Aquella tarde de viernes estaba cargada de energía fuera de mis ventanas. El sol y la primavera sonreían complacientes, cogidos de la mano, observando a todos aquellos que reían a carcajadas en las terrazas, observando a los que paseaban y a los que andaban con prisa, observaban desde algún lugar a todos los que iban y venían, a los que cogían trenes o aviones, a los que daban por finalizada una semana de trabajo, a los que se besaban en las esquinas o los que abrazaban a sus amigos. En el lado de la ventana en el que estaba yo, se respiraba un aire más bien gris y frío, que poco tenía que ver con la realidad del mundo exterior. En ese lado de la ventana, se respiraba el aire que mi mente y mi corazón guardaban en silencio, queriendo sacarlo todo fuera y sin saber muy bien cómo hacerlo. Un hilo de luz, resplandeciente, se colaba entre las cortinas de mi casa, un hilo de luz que rozaba mi pierna, que acariciaba mi piel, un hilo de luz que quise interpretar como una pequeña esperanza en un alma llena de tinieblas y soledad. Porque siempre, en la más triste oscuridad, hay un hilo de luz que te acompaña.

Me quemaba el corazón, me quemaban las ganas, me quemaba el amor y me quemaba cada poro de la piel, sobre todo en la espalda, quizás porque era el momento en el que iba a renacer, en el que iba a volver a tener alas, en el que podía volver a sentirme libre y en el que iban a volver los resquicios de una libertad que alguna vez sentí inmensa, mía, y fuerte.
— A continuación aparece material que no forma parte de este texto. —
@contextlib.contextmanager
def h2_only(model: cobra.Model) -> Iterator[RewriteSummary]:
    """Replace every electron-carrier pair by H2 for the duration of the context.

    A pair whose reduced form differs from the oxidised form by ``N`` electrons, ``c`` in charge
    (reduced minus oxidised), satisfies red - ox = (N/2) H2 + c H+ (element and charge balance;
    checked by :func:`tfa.network.roles.carrier_pairs`). So a reaction with ``k`` units of the
    reduced form on the left (coefficient -k) gets -k N/2 H2 and -k c H+ in place of the pair,
    and stays balanced with the same implicit protons [1].

    Examples
    --------
    NADH/NAD+ (Alberty 2003 reference species C21H27N7O14P2 -2 / C21H26N7O14P2 -1) in lactate
    dehydrogenase (EC 1.1.1.27), pyruvate + NADH + H+ -> lactate + NAD+:

    >>> from tfa.network.roles import parse_role
    >>> m = cobra.Model("ldh")
    >>> def met(i, f, z, role=""):
    ...     x = cobra.Metabolite(i, formula=f, charge=z, compartment="c")
    ...     x.notes = {"role": role} if role else {}
    ...     return x
    >>> pyr, lac = met("pyr", "C3H3O3", -1), met("lac", "C3H5O3", -1)
    >>> nadh, nad = met("nadh", "C21H27N7O14P2", -2, "red:NAD:2"), met("nad", "C21H26N7O14P2", -1, "ox:NAD:2")
    >>> h, h2 = met("h", "H", 1, "proton"), met("h2", "H2", 0, "h2")
    >>> r = cobra.Reaction("LDH"); m.add_reactions([r])
    >>> r.add_metabolites({pyr: -1, nadh: -1, h: -1, lac: 1, nad: 1}); m.add_metabolites([h2])
    >>> with h2_only(m):
    ...     print(m.reactions.LDH.build_reaction_string())
    h2 + pyr --> lac
    >>> m.reactions.LDH.build_reaction_string()
    'h + nadh + pyr --> lac + nad'
    """
    summary = RewriteSummary("h2_only")
    with exact_context(model) as context:
        batch = RewriteBatch(model, context)
        pairs = carrier_pairs(model)
        carriers = {p.reduced for p in pairs.values()} | {p.oxidised for p in pairs.values()}
        h2 = single_with_role(model, "h2", ("h2",))
        proton = single_with_role(model, "proton", ("h", "h_c"))
        water = single_with_role(model, "water", ("h2o", "h2o_c"))
        inert = {m.id for m in (proton, water, h2) if m is not None}
        remove: list[cobra.Reaction] = []
        for reaction in list(model.reactions):
            stoich = reaction.metabolites
            present = [p for p in pairs.values() if p.reduced in stoich or p.oxidised in stoich]
            if not present or is_boundary(reaction):
                continue
            new = dict(stoich)
            h2_change = 0.0
            proton_change = 0.0
            parts: list[str] = []
            unbalanced_pair = None
            for pair in present:
                red = new.pop(pair.reduced, 0.0)
                ox = new.pop(pair.oxidised, 0.0)
                if abs(red + ox) > _TOL:
                    unbalanced_pair = pair
                    break
                h2_change += red * pair.electrons / 2.0
                proton_change += red * pair.charge_difference
                parts.append(f"{pair.reduced.id}/{pair.oxidised.id} ({_fmt(-red)} {pair.pair}, "
                             f"{pair.electrons} e-)")
            if unbalanced_pair is not None:
                remove.append(reaction)
                note_rewrite(context, reaction, f"h2_only: removed, it makes or uses up carrier "
                      f"{unbalanced_pair.pair} ({unbalanced_pair.reduced.id}/{unbalanced_pair.oxidised.id})",
                      summary)
                continue
            if abs(h2_change) > _TOL:
                if h2 is None:
                    raise InputError(
                        f"reaction '{reaction.id}': replacing carriers by H2 needs an H2 compound; add "
                        "one with role 'h2' to the compounds table"
                    )
                new[h2] = new.get(h2, 0.0) + h2_change
            if abs(proton_change) > _TOL:
                if proton is not None:
                    new[proton] = new.get(proton, 0.0) + proton_change
                else:
                    logger.info("%s: %+g H+ left implicit (no compound with role 'proton')",
                                reaction.id, proton_change)
            new = {m: round(c, 12) for m, c in new.items() if abs(c) > _TOL}
            if _is_empty(new, inert):
                remove.append(reaction)
                note_rewrite(context, reaction, "h2_only: removed, only regenerates carriers ("
                      + ", ".join(parts) + " becomes nothing)", summary)
                continue
            batch.set_terms(reaction, new)
            note_rewrite(context, reaction, "h2_only: " + ", ".join(parts) + f" replaced by {_fmt(h2_change)} H2"
                  + (f", H+ {_fmt(proton_change)}" if abs(proton_change) > _TOL else ""), summary)
        _finish(model, summary, remove, carriers, "h2_only", context, batch)
        logger.info("h2_only: %d reactions rewritten, %d removed", len(summary.rewritten) - len(summary.removed),
                    len(summary.removed))
        yield summary


def nucleotide_metabolites(model: cobra.Model) -> dict[str, cobra.Metabolite]:
    """Role -> metabolite for ATP, ADP, AMP and pyrophosphate (roles absent from the model are left out)."""
    found: dict[str, cobra.Metabolite] = {}
    for role in NUCLEOTIDE_ROLES:
        met = single_with_role(model, role)
        if met is not None:
            found[role] = met
    return found


@contextlib.contextmanager
def no_atp_strict(model: cobra.Model) -> Iterator[RewriteSummary]:
    """Block every reaction that contains ATP, ADP, AMP or pyrophosphate (bounds 0, 0).

    A demand reaction of several compounds keeps its other compounds (the nucleotides are
    dropped from it, and noted) rather than being blocked.
    """
    summary = RewriteSummary("no_atp_strict")
    with exact_context(model) as context:
        batch = RewriteBatch(model, context)
        nucleotides = set(nucleotide_metabolites(model).values())
        for reaction in model.reactions:
            present = sorted(m.id for m in reaction.metabolites if m in nucleotides)
            if not present:
                continue
            if is_boundary(reaction) and len(present) < len(reaction.metabolites):
                # a demand of several compounds: ask for the others only
                batch.set_terms(reaction, {m: c for m, c in reaction.metabolites.items()
                                           if m not in nucleotides})
                note_rewrite(context, reaction, f"no_atp_strict: {', '.join(present)} dropped", summary)
                continue
            reaction.bounds = (0.0, 0.0)
            summary.blocked.append(reaction.id)
            note_rewrite(context, reaction, f"no_atp_strict: blocked, needs {', '.join(present)}", summary)
        batch.apply()
        logger.info("no_atp_strict: %d reactions blocked", len(summary.blocked))
        yield summary


#: Hydrolysis reactions over roles (without H+; protons are set from the formulas).
_HYDROLYSES = {
    "H1": {"atp": -1.0, "water": -1.0, "adp": 1.0, "phosphate": 1.0},
    "H2": {"atp": -1.0, "water": -1.0, "amp": 1.0, "pyrophosphate": 1.0},
    "H3": {"adp": -1.0, "water": -1.0, "amp": 1.0, "phosphate": 1.0},
    "H4": {"pyrophosphate": -1.0, "water": -1.0, "phosphate": 2.0},
}
_HYDROLYSIS_TEXT = {"H1": "ATP -> ADP + Pi", "H2": "ATP -> AMP + PPi", "H3": "ADP -> AMP + Pi",
                    "H4": "PPi -> 2 Pi"}


def hydrolysis_amounts(atp: float, adp: float, amp: float, ppi: float) -> dict[str, float]:
    """Amounts of H1..H4 whose subtraction cancels the given nucleotide coefficients.

    Solves x1 + x2 = -atp, x1 - x3 = adp, x2 + x3 = amp, x2 - x4 = ppi (needs
    atp + adp + amp = 0) and picks, of the one-parameter family of solutions, the one with the
    smallest sum of |x| (ties: fewest pyrophosphate hydrolyses).

    >>> hydrolysis_amounts(-1, 1, 0, 0)        # a kinase: X + ATP -> XP + ADP
    {'H1': 1.0, 'H2': 0.0, 'H3': 0.0, 'H4': 0.0}
    >>> hydrolysis_amounts(-1, 0, 1, 1)        # a synthetase: ... + ATP -> ... + AMP + PPi
    {'H1': 0.0, 'H2': 1.0, 'H3': 0.0, 'H4': 0.0}
    >>> hydrolysis_amounts(0, 0, 0, -1)        # inorganic diphosphatase (EC 3.6.1.1)
    {'H1': 0.0, 'H2': 0.0, 'H3': 0.0, 'H4': 1.0}
    """
    if abs(atp + adp + amp) > _TOL:
        raise InputError("the adenine moiety is not conserved (ATP + ADP + AMP coefficients do not sum to 0)")

    def solution(x4: float) -> dict[str, float]:
        x2 = ppi + x4
        return {"H1": -atp - x2, "H2": x2, "H3": amp - x2, "H4": x4}

    candidates = {0.0, -ppi, -atp - ppi, amp - ppi}
    best = min(candidates, key=lambda x4: (round(sum(abs(v) for v in solution(x4).values()), 9), abs(x4)))
    return {k: float(v) + 0.0 for k, v in solution(best).items()}


def hydrolysis_words(amounts: dict[str, float]) -> str:
    """The hydrolyses subtracted from a reaction, in words ("minus 1 x (ATP -> ADP + Pi)")."""
    return ", ".join(f"{'minus' if x > 0 else 'plus'} {abs(x):g} x ({_HYDROLYSIS_TEXT[k]})"
                     for k, x in amounts.items() if abs(x) > _TOL)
Siempre me gustaron las personas entregadas, las que tienen ilusiones y risas constantes en la cara, las que aman sin condición, las que quieren con fuerza y con pasión. Siempre me gustaron las personas que están dispuestas a sorprender y siempre están felices cuando reciben una sorpresa. Siempre me gustaron las personas llenas de energía, de sueños, de anhelos. Siempre me gustaron las personas educadas, alegres, divertidas, inteligentes y apasionadas. Siempre creí ser una de esas personas y todavía me pregunto en qué momento dejé de serlo.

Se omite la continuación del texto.